Ireland, Canada to commemorate Great Famine

DUBLIN (AFP) — Special ceremonies will be held in Ireland and Canada this year to commemorate the country's Great Famine 160 years ago that left over a million dead, the government said on Thursday.

The decision follows a lengthy campaign for an officially-backed national day of commemoration to remember the victims.

The population of Ireland, which exceeded 8 million in 1841, was cut by some 1.5 million as a result of deaths from disease and starvation and a surge in emigration following successive failures of the potato crop -- then a key part of the staple diet for many Irish people -- in 1845-49.

"There is nothing else in the history of the Irish people that can be likened to the Great Famine, either for its immediate impact, or its legacy of emigration, cultural loss and decline of the Irish language," said Community Affairs and Gaeltacht (Irish language) Minister Eamon O Cuiv.

A grandson of former premier and president Eamon de Valera, O Cuiv said the commemoration would be held on May 25 in Skibbereen, County Cork in southwest Ireland in parallel with an international event in Canada on May 10.

Skibbereen was one of the worst affected areas where some mass graves held up to 10,000 famine victims.

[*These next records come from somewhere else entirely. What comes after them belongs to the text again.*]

// The audit trail's filter and paging as they travel in a URL: parsed with the zod schemas of
// lib/audit/schemas.ts, and written back in one fixed order so a shared link stays readable.
import { AppError } from "@/lib/errors";
import { AUDIT_PAGE_SIZE_DEFAULT, auditFilterSchema, auditPageSchema, type AuditFilter, type AuditPage } from "@/lib/audit/schemas";

export type SearchParamsInput = URLSearchParams | Record<string, string | string[] | undefined>;

const filterKeys = ["preset", "actor", "action", "alert", "from", "to"] as const satisfies readonly (keyof AuditFilter)[];

function plain(input: SearchParamsInput): Record<string, string> {
  const result: Record<string, string> = {};
  if (input instanceof URLSearchParams) {
    for (const [key, value] of input) result[key] ??= value;
  } else {
    for (const [key, value] of Object.entries(input)) {
      const first = Array.isArray(value) ? value[0] : value;
      if (first !== undefined) result[key] = first;
    }
  }
  return result;
}

/** Parses a query string into a filter and a page; a bad value is an invalid_input naming its field. */
export function parseAuditQuery(input: SearchParamsInput): { filter: AuditFilter; page: AuditPage } {
  const values = plain(input);
  const filter = auditFilterSchema.safeParse(values);
  const page = auditPageSchema.safeParse(values);
  const issues = [...(filter.error?.issues ?? []), ...(page.error?.issues ?? [])].map((issue) => ({ path: issue.path.join("."), message: issue.message }));
  if (!filter.success || !page.success) {
    throw new AppError("invalid_input", `The audit filter is not valid: ${issues.map((issue) => `${issue.path}: ${issue.message}`).join("; ")}`, issues);
  }
  return { filter: filter.data, page: page.data };
}

/** The filter with only the fields that were given, in a fixed order: what audit events record. */
export function compactAuditFilter(filter: AuditFilter): Record<string, string> {
  const compact: Record<string, string> = {};
  for (const key of filterKeys) {
    const value = filter[key];
    if (value !== undefined) compact[key] = value;
  }
  return compact;
}

/** Query string for a filter (and optionally a page); the page size is written only when not the default. */
export function auditQueryString(filter: AuditFilter, page: Partial<AuditPage> = {}, extra: Record<string, string> = {}): string {
  const params = new URLSearchParams(compactAuditFilter(filter));
  if (page.before) params.set("before", page.before);
  if (page.after) params.set("after", page.after);
  if (page.limit !== undefined && page.limit !== AUDIT_PAGE_SIZE_DEFAULT) params.set("limit", String(page.limit));
  for (const [key, value] of Object.entries(extra)) params.set(key, value);
  const text = params.toString();
  return text ? `?${text}` : "";
}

Around 250,000 Irish people arrived in Canada between 1845 and 1855. Today, four million Canadians, 12.5 percent of the population, claim Irish heritage.

A hundred years ago, a 40 foot (12 metre) high Celtic cross was erected to commemorate 7,000 Irish men, women, and children who are buried on Grosse Ile, a quarantine station near Quebec

During the 150-year anniversary commemorations in 1997, then British prime minister Tony Blair said Britain, as the colonial ruler, had failed the Irish people during the potato disaster.